▸ **Required action**
From the listing below, output only the lines starting at the line that has "250.0], True, None)" and ending at the line that has "365.75, 310.0], isotope=1.362)", exactly as they appear, ends included.

▸ **Given records**
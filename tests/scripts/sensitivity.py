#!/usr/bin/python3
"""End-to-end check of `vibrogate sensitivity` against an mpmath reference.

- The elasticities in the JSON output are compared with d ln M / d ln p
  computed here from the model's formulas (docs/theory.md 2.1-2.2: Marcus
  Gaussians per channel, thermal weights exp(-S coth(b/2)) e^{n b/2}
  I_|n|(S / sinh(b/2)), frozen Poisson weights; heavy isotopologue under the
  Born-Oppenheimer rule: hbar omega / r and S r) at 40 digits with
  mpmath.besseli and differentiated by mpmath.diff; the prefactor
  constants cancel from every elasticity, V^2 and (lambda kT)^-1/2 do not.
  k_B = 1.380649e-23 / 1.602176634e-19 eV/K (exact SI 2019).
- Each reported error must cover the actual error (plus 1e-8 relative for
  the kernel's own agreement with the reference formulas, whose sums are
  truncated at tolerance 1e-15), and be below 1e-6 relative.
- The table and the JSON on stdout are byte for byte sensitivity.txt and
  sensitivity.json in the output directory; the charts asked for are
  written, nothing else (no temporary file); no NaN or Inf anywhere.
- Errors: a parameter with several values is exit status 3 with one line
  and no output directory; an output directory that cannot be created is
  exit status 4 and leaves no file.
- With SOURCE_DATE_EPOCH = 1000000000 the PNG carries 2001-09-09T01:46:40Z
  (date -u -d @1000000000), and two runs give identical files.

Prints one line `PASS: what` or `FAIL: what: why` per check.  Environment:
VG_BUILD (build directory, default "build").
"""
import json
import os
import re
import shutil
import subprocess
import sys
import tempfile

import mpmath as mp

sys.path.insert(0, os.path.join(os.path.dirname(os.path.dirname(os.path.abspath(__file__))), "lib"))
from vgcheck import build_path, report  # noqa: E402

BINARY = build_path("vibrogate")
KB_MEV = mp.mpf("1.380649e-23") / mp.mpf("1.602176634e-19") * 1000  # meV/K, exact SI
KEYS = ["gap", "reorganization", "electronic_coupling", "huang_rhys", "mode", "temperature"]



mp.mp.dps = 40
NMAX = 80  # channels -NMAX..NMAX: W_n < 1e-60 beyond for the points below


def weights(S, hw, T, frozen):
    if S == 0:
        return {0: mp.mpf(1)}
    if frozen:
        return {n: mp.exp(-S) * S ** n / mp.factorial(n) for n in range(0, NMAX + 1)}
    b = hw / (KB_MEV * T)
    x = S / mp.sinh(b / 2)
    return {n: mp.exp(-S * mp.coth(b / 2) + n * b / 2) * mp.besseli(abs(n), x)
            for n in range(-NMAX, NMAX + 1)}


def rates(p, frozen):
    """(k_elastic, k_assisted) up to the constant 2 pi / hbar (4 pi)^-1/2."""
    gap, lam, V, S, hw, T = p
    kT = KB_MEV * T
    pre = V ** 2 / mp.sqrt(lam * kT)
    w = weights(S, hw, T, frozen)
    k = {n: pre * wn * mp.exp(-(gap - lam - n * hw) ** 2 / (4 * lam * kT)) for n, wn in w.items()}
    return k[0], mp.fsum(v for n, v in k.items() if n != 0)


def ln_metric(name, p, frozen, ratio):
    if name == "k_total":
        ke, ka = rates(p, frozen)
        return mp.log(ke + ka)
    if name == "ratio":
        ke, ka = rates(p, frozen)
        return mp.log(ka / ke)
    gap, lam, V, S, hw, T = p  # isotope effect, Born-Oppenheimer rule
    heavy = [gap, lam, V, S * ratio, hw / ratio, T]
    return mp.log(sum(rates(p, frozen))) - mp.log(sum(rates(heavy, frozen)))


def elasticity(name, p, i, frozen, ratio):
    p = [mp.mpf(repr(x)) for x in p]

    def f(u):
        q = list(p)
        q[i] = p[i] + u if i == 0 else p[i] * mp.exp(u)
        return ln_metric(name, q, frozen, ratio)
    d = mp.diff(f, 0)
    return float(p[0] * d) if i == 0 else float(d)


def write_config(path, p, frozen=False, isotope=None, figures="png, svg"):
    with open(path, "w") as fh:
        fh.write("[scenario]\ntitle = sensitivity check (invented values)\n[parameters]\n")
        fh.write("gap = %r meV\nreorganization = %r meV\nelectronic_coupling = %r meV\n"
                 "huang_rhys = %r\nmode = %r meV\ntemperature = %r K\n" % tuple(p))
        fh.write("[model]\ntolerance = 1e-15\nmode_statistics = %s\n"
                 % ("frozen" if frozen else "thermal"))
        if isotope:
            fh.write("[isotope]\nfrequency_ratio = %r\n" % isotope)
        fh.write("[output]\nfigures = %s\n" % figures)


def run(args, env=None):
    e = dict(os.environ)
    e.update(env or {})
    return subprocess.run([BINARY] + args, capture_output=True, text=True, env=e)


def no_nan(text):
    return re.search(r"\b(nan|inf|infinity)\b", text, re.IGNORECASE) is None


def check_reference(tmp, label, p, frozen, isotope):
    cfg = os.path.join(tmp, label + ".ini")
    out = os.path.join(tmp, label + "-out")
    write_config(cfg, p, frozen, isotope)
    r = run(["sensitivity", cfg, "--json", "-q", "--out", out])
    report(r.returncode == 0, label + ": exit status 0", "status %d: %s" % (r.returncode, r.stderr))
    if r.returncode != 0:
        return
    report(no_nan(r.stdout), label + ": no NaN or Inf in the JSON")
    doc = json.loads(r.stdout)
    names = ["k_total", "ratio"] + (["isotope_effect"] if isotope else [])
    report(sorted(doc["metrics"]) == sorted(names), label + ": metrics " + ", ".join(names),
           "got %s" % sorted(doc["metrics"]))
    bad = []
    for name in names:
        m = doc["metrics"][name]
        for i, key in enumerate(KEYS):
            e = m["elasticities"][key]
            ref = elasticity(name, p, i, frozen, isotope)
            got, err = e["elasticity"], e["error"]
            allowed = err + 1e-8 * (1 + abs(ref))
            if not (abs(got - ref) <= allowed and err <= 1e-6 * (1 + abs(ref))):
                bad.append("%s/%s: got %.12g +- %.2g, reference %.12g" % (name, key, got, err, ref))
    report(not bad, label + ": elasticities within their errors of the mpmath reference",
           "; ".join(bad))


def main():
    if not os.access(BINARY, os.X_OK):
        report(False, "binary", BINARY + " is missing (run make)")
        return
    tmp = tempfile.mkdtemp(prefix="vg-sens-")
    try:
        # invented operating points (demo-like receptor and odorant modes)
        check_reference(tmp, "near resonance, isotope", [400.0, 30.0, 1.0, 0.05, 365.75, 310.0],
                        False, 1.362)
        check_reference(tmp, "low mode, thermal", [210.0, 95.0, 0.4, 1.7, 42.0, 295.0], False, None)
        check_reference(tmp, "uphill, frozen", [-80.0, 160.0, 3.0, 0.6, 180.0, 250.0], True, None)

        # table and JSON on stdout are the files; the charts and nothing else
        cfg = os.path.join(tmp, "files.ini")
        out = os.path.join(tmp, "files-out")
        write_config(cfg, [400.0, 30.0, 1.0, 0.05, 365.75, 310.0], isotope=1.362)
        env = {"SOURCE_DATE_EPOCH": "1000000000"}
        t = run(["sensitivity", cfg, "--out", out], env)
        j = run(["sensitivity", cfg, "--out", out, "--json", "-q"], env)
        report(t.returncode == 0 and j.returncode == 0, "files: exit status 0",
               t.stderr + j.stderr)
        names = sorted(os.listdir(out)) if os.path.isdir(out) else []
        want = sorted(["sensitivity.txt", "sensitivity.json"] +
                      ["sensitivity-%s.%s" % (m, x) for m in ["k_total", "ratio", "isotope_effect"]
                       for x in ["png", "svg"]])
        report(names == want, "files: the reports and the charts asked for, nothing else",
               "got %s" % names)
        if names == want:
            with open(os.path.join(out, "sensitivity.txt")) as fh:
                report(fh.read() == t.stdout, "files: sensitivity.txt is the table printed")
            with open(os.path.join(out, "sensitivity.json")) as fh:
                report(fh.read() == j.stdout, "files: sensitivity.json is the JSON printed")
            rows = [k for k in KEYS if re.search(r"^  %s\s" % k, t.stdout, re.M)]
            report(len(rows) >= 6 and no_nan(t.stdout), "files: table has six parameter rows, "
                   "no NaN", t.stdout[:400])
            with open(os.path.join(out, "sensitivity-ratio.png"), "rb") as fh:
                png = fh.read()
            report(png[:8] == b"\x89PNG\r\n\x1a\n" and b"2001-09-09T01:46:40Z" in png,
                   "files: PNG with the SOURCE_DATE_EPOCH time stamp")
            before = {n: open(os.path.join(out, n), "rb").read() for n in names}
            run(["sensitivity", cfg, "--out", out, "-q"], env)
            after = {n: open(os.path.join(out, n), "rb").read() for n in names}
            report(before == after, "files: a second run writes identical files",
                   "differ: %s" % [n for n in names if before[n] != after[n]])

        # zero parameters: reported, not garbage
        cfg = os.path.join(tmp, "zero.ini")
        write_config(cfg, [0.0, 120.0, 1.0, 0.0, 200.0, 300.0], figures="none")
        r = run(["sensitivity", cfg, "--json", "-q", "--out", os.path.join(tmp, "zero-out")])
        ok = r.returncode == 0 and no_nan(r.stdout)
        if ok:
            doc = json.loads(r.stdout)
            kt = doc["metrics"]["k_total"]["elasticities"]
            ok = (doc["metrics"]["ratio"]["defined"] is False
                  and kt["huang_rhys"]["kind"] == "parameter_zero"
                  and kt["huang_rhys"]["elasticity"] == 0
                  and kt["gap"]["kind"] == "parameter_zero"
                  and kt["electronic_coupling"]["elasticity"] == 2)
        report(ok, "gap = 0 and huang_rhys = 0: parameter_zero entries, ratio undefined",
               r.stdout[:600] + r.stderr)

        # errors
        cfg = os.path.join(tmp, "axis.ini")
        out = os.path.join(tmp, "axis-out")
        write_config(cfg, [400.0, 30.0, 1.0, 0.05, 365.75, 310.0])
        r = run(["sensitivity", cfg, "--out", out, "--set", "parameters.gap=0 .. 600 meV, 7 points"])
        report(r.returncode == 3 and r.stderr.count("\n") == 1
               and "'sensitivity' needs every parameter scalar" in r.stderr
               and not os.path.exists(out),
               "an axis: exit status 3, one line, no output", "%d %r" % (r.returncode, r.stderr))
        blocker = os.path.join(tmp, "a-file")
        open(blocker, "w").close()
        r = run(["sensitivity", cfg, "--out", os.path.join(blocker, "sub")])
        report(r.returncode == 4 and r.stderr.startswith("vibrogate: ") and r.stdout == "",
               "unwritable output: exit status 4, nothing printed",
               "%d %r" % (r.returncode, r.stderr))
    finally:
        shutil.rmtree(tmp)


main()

▸ **Answer to the exercise**
        check_reference(tmp, "uphill, frozen", [-80.0, 160.0, 3.0, 0.6, 180.0, 250.0], True, None)

        # table and JSON on stdout are the files; the charts and nothing else
        cfg = os.path.join(tmp, "files.ini")
        out = os.path.join(tmp, "files-out")
        write_config(cfg, [400.0, 30.0, 1.0, 0.05, 365.75, 310.0], isotope=1.362)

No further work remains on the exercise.